A physical system is described by a law of the form $f(E,P,A)=0$, where $E,P,A$ represent, respectively, energy, pressure and surface area. Find an equivalent physical law that relates suitable dimensionless quantities.

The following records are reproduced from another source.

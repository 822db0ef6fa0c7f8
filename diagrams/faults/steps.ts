/** How far a long piece of work has come. */
export interface Step {
  stage: 'circuit' | 'readings' | 'planning'
  done: number
  of: number
}

/**
 * Work in portions: between two of them whoever runs it may look for something newer to do, and leave. There is no clock
 * in here; how long a portion may take is for the runner to say, by how many it takes at once.
 */
export type Steps<T> = Generator<Step, T, void>

/** The same work at one go. */
export function runToEnd<T>(steps: Steps<T>): T {
  for (;;) {
    const next = steps.next()
    if (next.done) return next.value
  }
}
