import type { Reading } from '../document/reading-schema'
import { fitsAll, weighReadings, type Evidence } from './evidence'
import type { FaultModel } from './fault-model'
import { logSum } from './log-sum'
import { BoxModel, comesToRest, halvesOf, type PairBox, type PairWork } from './pair-box'
import { candidatePairs, type CandidatePair } from './pair-candidates'
import type { PairMember, WeightOf } from './pair-member'
import { PairSolver } from './pair-solver'
import type { ReportEvidence } from './report-evidence'
import { noFaultPrior } from './priors'

/** Of vehicles with one fault in a circuit, about one in fifty has another that has nothing to do with it (a guess). */
export const secondFaultShare = 0.02

/** A stretch of severities of a pair that explains all readings. */
export interface FittingBox extends PairBox {
  /** ln of the probability of the pair, these severities and the readings. */
  log: number
}

export interface PairSearch {
  solver: PairSolver
  /** Likeliest first; empty when no pair explains the readings. */
  boxes: FittingBox[]
  /** ln of the probability of the readings and of there being two faults. */
  logEvidence: number
}

/** Readings times branches times corners that the search may solve, about: well under a second. */
const work = 6_000_000
const mostPairs = 500
const leastPairs = 40

/**
 * Pairs of faults that explain every reading, each within its limits, one battery behind them all.
 *
 * Every pair begins as one box, all severities of both. A box that cannot give the readings is dropped, which
 * is sound, since a reading lies between those of the box's corners; one that can is halved until it is as
 * fine as the meter. Bounded by the number of boxes, the likelier pairs before the others.
 */
export function searchPairs(
  model: FaultModel,
  evidence: Evidence,
  readings: readonly Reading[],
  weightOf: WeightOf,
  told: ReportEvidence | null = null,
): PairSearch {
  const solver = new PairSolver(model)
  const boxWork = 4 * Math.max(1, readings.length) * model.network.branches.length
  const most = Math.round(Math.min(mostPairs, Math.max(leastPairs, work / 2 / boxWork)))
  let left = Math.round(Math.max(4 * leastPairs, work / boxWork))
  const candidates = candidatePairs(model, evidence, readings, weightOf, most)
  let open = candidates.flatMap((pair) => wholeBoxes(solver, pair, (member) => reportedOf(member, told)))
  const found: FittingBox[] = []
  while (open.length > 0) {
    const boxes = new BoxModel(solver, open)
    const weighed = weighReadings(boxes, readings)
    left -= open.length
    const fitting = open.flatMap((box, b): FittingBox[] => {
      const cell = weighed.cells[b]![0]!
      return fitsAll(weighed, cell, readings) ? [{ ...box, log: box.logPrior + cell.logLikelihood }] : []
    })
    fitting.sort((x, y) => y.log - x.log)
    open = []
    for (const box of fitting) {
      const halves = left >= open.length + 2 ? halvesOf(solver, box, readings) : null
      if (halves) open.push(...halves)
      else if (comesToRest(solver, box, readings)) found.push(box)
    }
  }
  found.sort((x, y) => y.log - x.log)
  return { solver, boxes: found, logEvidence: logSum(found.map((box) => box.log)) }
}

function wholeBoxes(
  solver: PairSolver,
  { a, b }: CandidatePair,
  reported: (member: PairMember) => number,
): PairBox[] {
  // What has no severity, or hardly any, is held; a weak battery cannot be.
  const [held, swept] = b.mode === 'weak' || spread(a) <= spread(b) ? [a, b] : [b, a]
  const [first, second] = held.mode === 'weak' ? [swept, held] : [held, swept]
  const sets = solver.blownSets(first, second)
  const odds = (1 - noFaultPrior) * secondFaultShare * 2 * a.share * b.share
  return sets.map((blown) => {
    const pair: PairWork = { held: first, swept: second, blown, corners: new Map(), predictions: new Map() }
    return {
      pair,
      held: [first.low, first.high],
      swept: [second.low, second.high],
      logPrior: Math.log(odds / sets.length) + Math.max(reported(a), reported(b)),
    }
  })
}

/** ln of the probability of what was told before anything was measured: the severity that suits it best. */
function reportedOf({ hypotheses }: PairMember, told: ReportEvidence | null): number {
  if (!told) return 0
  if (hypotheses.length === 0) return told.good
  return Math.max(...hypotheses.flatMap((h) => [...told.cells[h]!]))
}

const spread = ({ low, high }: PairMember) => (low > 0 ? high / low : 1)
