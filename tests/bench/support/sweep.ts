import type { Circuit } from '@/diagrams/document/circuit-schema'
import { restCondition } from '@/diagrams/document/condition-schema'
import { noAlteration, type Alteration } from '@/diagrams/solver/alteration'
import { buildNetwork } from '@/diagrams/solver/build-network'
import { Case, voltsAt } from '@/diagrams/solver/case'
import type { Network } from '@/diagrams/solver/network'
import { Study } from '@/diagrams/solver/study'

export const severities = Array.from({ length: 21 }, (_, i) => 0.5 * (1e5 / 0.5) ** (i / 20))

/** Every fault of every branch of a circuit, at every severity, in one condition with its parts at rest in one state. */
export class Sweep {
  readonly network: Network
  readonly alterations: Alteration[]
  readonly points: number[]
  private readonly condition = { ...restCondition, controls: { sel0: 'on', sel1: 'on' } }
  private readonly states

  constructor(circuit: Circuit) {
    this.network = buildNetwork(circuit)
    this.alterations = everyAlteration(this.network)
    const all = [...this.network.unknownOf.values()].filter((unknown) => unknown >= 0)
    this.points = Array.from({ length: 10 }, (_, i) => all[Math.floor((i * all.length) / 10)]!)
    const settled = this.caseOf(noAlteration).settle(0)
    if (!settled) throw new Error(`${circuit.title} does not come to rest`)
    this.states = settled.states
  }

  get count(): number {
    return this.alterations.length * severities.length
  }

  caseOf(alteration: Alteration): Case {
    return new Case(new Study(this.network, this.condition), alteration)
  }

  solve(given: Case, ohms: number) {
    return given.solve(this.states, ohms, 1)
  }

  /** From an unfactored network to the last figure: volts at so many points under every fault at every severity. */
  run(points: readonly number[]): number {
    let sum = 0
    const study = new Study(this.network, this.condition)
    for (const alteration of this.alterations) {
      const given = new Case(study, alteration)
      for (const ohms of severities) {
        const solved = given.solve(this.states, ohms, 1)
        for (const point of points) sum += voltsAt(solved, point)
      }
    }
    return sum
  }

  /** One branch's resistance swept over so many values: volts at the points. */
  sweepOne(branch: number, values: number, points: readonly number[]): number {
    let sum = 0
    const given = this.caseOf(this.alterations[branch % this.network.branches.length]!)
    for (let i = 0; i < values; i++) {
      const solved = given.solve(this.states, 0.5 + (i * 1e5) / values, 1)
      for (const point of points) sum += voltsAt(solved, point)
    }
    return sum
  }
}

/** Every branch with a resistance in series, every wire's middle shorted to chassis. */
function everyAlteration(network: Network): Alteration[] {
  const { forced } = noAlteration
  return [
    ...network.branches.map((_, i) => ({ series: [i], shunt: null, weak: false, forced })),
    ...[...network.middleOf.values()].map((middle) => ({
      series: [],
      shunt: [middle, -1] as const,
      weak: false,
      forced,
    })),
  ]
}
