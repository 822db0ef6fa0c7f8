/** Suspects with their odds, and readings by the outcome each suspect would give. */
export interface Instance {
  weights: number[]
  tests: number[][]
}

/** Where one suspect holds this much of what is left, the fault is located. */
export const locatedFrom = 0.95

/** Expected readings of the best tree until the fault is located: by every set of suspects once (2^n sets). */
export function bestTree({ weights, tests }: Instance): number {
  const n = weights.length
  const mass = new Float64Array(1 << n)
  const most = new Float64Array(1 << n)
  for (let set = 1; set < mass.length; set++) {
    const low = set & -set
    const weight = weights[31 - Math.clz32(low)]!
    mass[set] = mass[set ^ low]! + weight
    most[set] = Math.max(most[set ^ low]!, weight)
  }
  const masks = tests.map((test) => {
    const byOutcome = new Map<number, number>()
    test.forEach((outcome, i) => byOutcome.set(outcome, (byOutcome.get(outcome) ?? 0) | (1 << i)))
    return [...byOutcome.values()]
  })
  const cost = new Float64Array(1 << n)
  for (let set = 1; set < cost.length; set++) {
    if (most[set]! >= locatedFrom * mass[set]!) continue
    let best = Infinity
    for (const outcomes of masks) {
      let sum = 0
      let splits = true
      for (const outcome of outcomes) {
        const part = set & outcome
        if (part === set) {
          splits = false
          break
        }
        sum += cost[part]!
      }
      // Costs are weighted: each reading costs the mass of the suspects it is taken for.
      if (splits && sum + mass[set]! < best) best = sum + mass[set]!
    }
    cost[set] = best
  }
  return cost.at(-1)!
}

/** Expected readings when a chooser names the reading to take among those left; Infinity when it gives up. */
export function treeBy(
  { weights, tests }: Instance,
  choose: (left: readonly number[]) => readonly number[] | null,
): number {
  const costOf = (left: readonly number[]): number => {
    const mass = left.reduce((sum, m) => sum + weights[m]!, 0)
    if (left.some((m) => weights[m]! >= locatedFrom * mass)) return 0
    const best = choose(left)
    if (!best) return Infinity
    const outcomes = new Map<number, number[]>()
    for (const m of left) {
      const list = outcomes.get(best[m]!)
      if (list) list.push(m)
      else outcomes.set(best[m]!, [m])
    }
    if (outcomes.size < 2) return Infinity
    return [...outcomes.values()].reduce((sum, part) => sum + costOf(part), mass)
  }
  return tests.length === 0 ? Infinity : costOf([...weights.keys()])
}
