import type { Reading } from '../document/reading-schema'
import type { States } from '../solver/study'
import { chargingRange, restingRange, type ScaleRange } from './battery-range'
import type { Evidence } from './evidence'
import type { FaultModel } from './fault-model'
import type { PairSolver, RestingPair, SolvedPair } from './pair-solver'
import type { Prediction } from './prediction'
import { windowsOf, type Windows } from './tolerance-rule'

/** A reading with what it allows, prepared for many boxes. */
export interface AskedReading {
  reading: Reading
  /** Its number, and that of its condition: equal conditions have the same. */
  number: number
  condition: number
  windows: Windows
  range: ScaleRange
}

/** Readings that a good circuit would not show come first: they refute the most. */
export function askedReadings(
  model: FaultModel,
  evidence: Evidence,
  readings: readonly Reading[],
): AskedReading[] {
  const asked = readings.map(
    (reading, number): AskedReading => ({
      reading,
      number,
      condition: evidence.conditions[number]!,
      windows: windowsOf(reading, { network: model.network }),
      range: reading.condition.charging ? chargingRange : restingRange,
    }),
  )
  const agrees = (r: number) => Number(evidence.fits(-1, 0, (one) => one === r))
  return asked.toSorted((x, y) => agrees(x.number) - agrees(y.number))
}

/** A pair at two definite severities, with what was solved of it so far. */
export class BoxCorner {
  private readonly rests: (RestingPair | null)[] = []
  private readonly predictions: { key: string; prediction: Prediction }[][] = []

  constructor(
    private readonly pair: SolvedPair,
    private readonly heldAt: number,
    private readonly sweptAt: number,
  ) {}

  /** Null when the circuit does not come to rest in the reading's condition. */
  settle(solver: PairSolver, { condition, reading }: AskedReading): RestingPair | null {
    let found = this.rests[condition]
    if (found === undefined) {
      found = solver.settle(this.pair, this.heldAt, this.sweptAt, reading)
      this.rests[condition] = found
    }
    return found
  }

  /** What the reading would show with the parts in a state; null when the circuit does not come to rest at all. */
  predict(solver: PairSolver, asked: AskedReading, key: string, states: States): Prediction | null {
    const known = (this.predictions[asked.number] ??= [])
    for (const one of known) if (one.key === key) return one.prediction
    const rests = this.settle(solver, asked)
    if (!rests) return null
    const prediction = solver.predict(rests, states, asked.reading)
    known.push({ key, prediction })
    return prediction
  }
}
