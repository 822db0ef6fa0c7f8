import type { Circuit } from '../document/circuit-schema'
import { nominalBatteryVolts } from '../solver/constants'
import { chargingRange, restingRange } from './battery-range'

/** The highest volts that a source of the circuit can bring up, the battery at the top of its range. */
export function highestVolts(circuit: Circuit, charging: boolean): number {
  const scale = (charging ? chargingRange : restingRange).high
  let most = 0
  let drawn = 0
  for (const node of circuit.nodes) {
    if (node.kind === 'battery' || node.kind === 'feed') drawn = Math.max(drawn, node.volts)
    if (node.kind === 'module')
      for (const { circuit: inside } of node.pins)
        if (inside.type === 'pull-up' || inside.type === 'source') most = Math.max(most, inside.volts)
  }
  // A circuit without a source of its own may still carry a stray one.
  return Math.max(most, (drawn || nominalBatteryVolts) * scale)
}
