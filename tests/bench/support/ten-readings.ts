import { controlCombinations } from '@/diagrams/document/condition'
import type { Circuit } from '@/diagrams/document/circuit-schema'
import { restCondition } from '@/diagrams/document/condition-schema'
import { readingSchema, type Reading } from '@/diagrams/document/reading-schema'
import { sitesOf } from '@/diagrams/document/sites'
import { candidateReadings } from '@/diagrams/planner/candidates'
import { buildNetwork } from '@/diagrams/solver/build-network'
import { plantFault } from '../../support/plant-fault'
import { seededRandom } from '../../support/random'
import { Vehicle } from '../../support/vehicle'

const readingCount = 10

/** Ten readings, five combinations of controls and the battery off, of a vehicle with a fault that shows. */
export function tenReadings(circuit: Circuit, seed: number): Reading[] {
  const random = seededRandom(seed)
  const network = buildNetwork(circuit)
  const conditions = [
    ...controlCombinations(circuit, 5).map((controls) => ({ ...restCondition, controls })),
    { ...restCondition, battery: false },
  ]
  const sets = candidateReadings(circuit, [], restCondition, { limit: 1000 })
  const pool = conditions.map((condition) => {
    const set = sets.find((one) => one.condition.battery === condition.battery)!
    return set.probes.map((probe) => ({ ...probe, condition }))
  })
  for (;;) {
    const site = random.pick(sitesOf(circuit))
    const fault = plantFault(circuit, site.id, random.pick(site.modes), random.next)
    const off = { partFactor: () => 0.95 + 0.1 * random.next(), restingVolts: 12.2, chargingVolts: 14 }
    const vehicle = new Vehicle(network, off, fault)
    if (!vehicle.shows()) continue
    const readings: Reading[] = []
    for (let i = 0; readings.length < readingCount; i++) {
      const probe = random.pick(pool[i % pool.length]!)
      const value = vehicle.read(probe)
      if (value !== null) readings.push(readingSchema.parse({ id: `r${i}`, ...probe, value }))
      if (i > 100) break
    }
    if (readings.length === readingCount) return readings
  }
}
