import type { Reading } from '../document/reading-schema'
import { ohmmeterLimitOhms } from '../solver/constants'
import type { ScaleRange } from './battery-range'
import { loadThreshold, type ReadingScope } from './reading-scope'
import type { Prediction } from './prediction'
import type { CellPrediction } from './prediction-table'

/** Values of the quantity itself that a reading allows, its accuracy taken as a limit. Several: any of them. */
export type Windows = readonly { low: number; high: number }[]

/** Rounding in the arithmetic must never decide: volt, ohm and ampere. */
const hair = 1e-6

export function windowsOf(reading: Reading, scope: ReadingScope): Windows {
  switch (reading.kind) {
    case 'works': {
      const threshold = loadThreshold(scope, reading.node)
      return reading.value
        ? [
            { low: threshold - hair, high: Infinity },
            { low: -Infinity, high: hair - threshold },
          ]
        : [{ low: -threshold - hair, high: threshold + hair }]
    }
    case 'sees': {
      const { threshold } = scope.network.inputs.find((input) => input.point === reading.pin)!
      return reading.value === 'high'
        ? [{ low: threshold - hair, high: Infinity }]
        : [{ low: -Infinity, high: threshold + hair }]
    }
    default: {
      const { percent, floor } = accuracyOf(reading)
      if (reading.value === 'OL')
        return reading.kind === 'ohms'
          ? [{ low: (ohmmeterLimitOhms - floor) * (1 - percent / 100), high: Infinity }]
          : []
      // The limit is a part of the true value or of the shown one: the wider of the two.
      const margin = ((percent / 100) * Math.abs(reading.value) + floor) / (1 - percent / 100) + hair
      return [{ low: reading.value - margin, high: reading.value + margin }]
    }
  }
}

/** Limits of the meter in use, percent of the value and a floor in the reading's own unit. */
export function accuracyOf(reading: Reading): { percent: number; floor: number } {
  if (reading.accuracy) return reading.accuracy
  switch (reading.kind) {
    case 'ohms':
      return { percent: 0.5, floor: 0.2 }
    case 'amps':
      return { percent: 2, floor: 0.05 }
    default:
      return { percent: 0.5, floor: 0.02 }
  }
}

/** Battery scales that fit a reading, by the state the parts are in; a state that never fits is left out. */
export type Fits = ReadonlyMap<string, ScaleRange>

/** Key for a circuit that may be in any state at all. */
export const anyState = 'any'

/**
 * Battery scales at which a cell may give the reading, for each state its parts may be in. Ranges
 * are only ever widened, so a fault that fits is never excluded: for a fixed battery, fixed parts
 * and a fixed state a reading is monotone in the severity, hence lies between the cell's ends, each
 * within its reach.
 */
export function scalesThatFit(cell: CellPrediction, windows: Windows, range: ScaleRange): Fits {
  if (cell.bounds === null) return new Map([[anyState, range]])
  const fits = new Map<string, ScaleRange>()
  for (const [state, bounds] of cell.bounds) {
    const all = Int32Array.from(bounds, (_, i) => i)
    const found = bounds.some((prediction) => prediction.live)
      ? range
      : scalesBetween(bounds, all, 0, all.length, windows, range)
    if (found) fits.set(state, found)
  }
  return fits
}

/** The same for the predictions `all[index[from]]` … `all[index[to − 1]]` of one state. */
export function scalesBetween(
  all: readonly Prediction[],
  index: Int32Array,
  from: number,
  to: number,
  windows: Windows,
  range: ScaleRange,
): ScaleRange | null {
  let found: ScaleRange | null = null
  for (const window of windows) {
    // Some bound must reach down to the window's top, and some bound up to its foot.
    let [belowLow, belowHigh, aboveLow, aboveHigh] = [Infinity, -Infinity, Infinity, -Infinity]
    for (let i = from; i < to; i++) {
      const { battery, fixed, reachBattery, reachFixed } = all[index[i]!]!
      half(battery - reachBattery, fixed - reachFixed, window.high, range)
      if (edgeLow < belowLow) belowLow = edgeLow
      if (edgeHigh > belowHigh) belowHigh = edgeHigh
      half(-battery - reachBattery, -fixed - reachFixed, -window.low, range)
      if (edgeLow < aboveLow) aboveLow = edgeLow
      if (edgeHigh > aboveHigh) aboveHigh = edgeHigh
    }
    const low = Math.max(belowLow, aboveLow)
    const high = Math.min(belowHigh, aboveHigh)
    if (low <= high + 1e-12)
      found = found ? { low: Math.min(found.low, low), high: Math.max(found.high, high) } : { low, high }
  }
  return found
}

let edgeLow = 0
let edgeHigh = 0

/** Scales s in the range with s·slope + start ≤ limit, into `edgeLow` and `edgeHigh`: this runs for every cell, and what it allocated would add up. */
function half(slope: number, start: number, limit: number, range: ScaleRange) {
  edgeLow = range.low
  edgeHigh = range.high
  if (limit === Infinity) return
  const room = limit - start
  const flat = Math.abs(slope) < 1e-15
  if (!flat && slope > 0) edgeHigh = Math.min(range.high, room / slope)
  else if (!flat) edgeLow = Math.max(range.low, room / slope)
  if (flat ? room < 0 : edgeLow > edgeHigh + 1e-12) {
    edgeLow = Infinity
    edgeHigh = -Infinity
  }
}

/** The smallest range that holds both; null stands for none. */
export function hull(a: ScaleRange | null, b: ScaleRange | null): ScaleRange | null {
  return a && b ? { low: Math.min(a.low, b.low), high: Math.max(a.high, b.high) } : (a ?? b)
}

export function overlap(a: ScaleRange, b: ScaleRange): ScaleRange | null {
  const low = Math.max(a.low, b.low)
  const high = Math.min(a.high, b.high)
  return low <= high + 1e-12 ? { low, high } : null
}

That' what I have tried so far:

1st step:


Choice of quantities


Mass: $M$

Time: $T$

Length: $L$

So:

$$[E]=M L^2 T^{-2}$$
$$[P]=ML^{-1}T^{-2}$$
$$[A]=L^2$$2nd step:

Construction of dimonsionless quantities
The matrix of dimensions:$A=\begin{bmatrix}
1 & 1 & 0\\
-2 & -2 & 0 \\
2 & -1 &2
\end{bmatrix}$I tried to find the rank, determining the smallest $n$ for which $A^n=I$.$\begin{bmatrix}
1 & 1 & 0\\
-2 & -2 & 0 \\
2 & -1 &2
\end{bmatrix}\begin{bmatrix}
1 & 1 & 0\\
-2 & -2 & 0 \\
2 & -1 &2
\end{bmatrix}=\begin{bmatrix}
-1 & -1 & 0\\
2 & 2 & 0 \\
8 & 2 &4
\end{bmatrix}$$\begin{bmatrix}
-1 & -1 & 0\\
2 & 2 & 0 \\
8 & 2 &4
\end{bmatrix}\begin{bmatrix}
1 & 1 & 0\\
-2 & -2 & 0 \\
2 & -1 &2
\end{bmatrix}=\begin{bmatrix}
1 & 1 & 0\\
-2 & -2 & 0 \\
12 & 0 &8
\end{bmatrix}$But I saw the solution and there should be only one dimensionless quantity, so according to Buckingham Theorem the rank of $A$ should be $2$.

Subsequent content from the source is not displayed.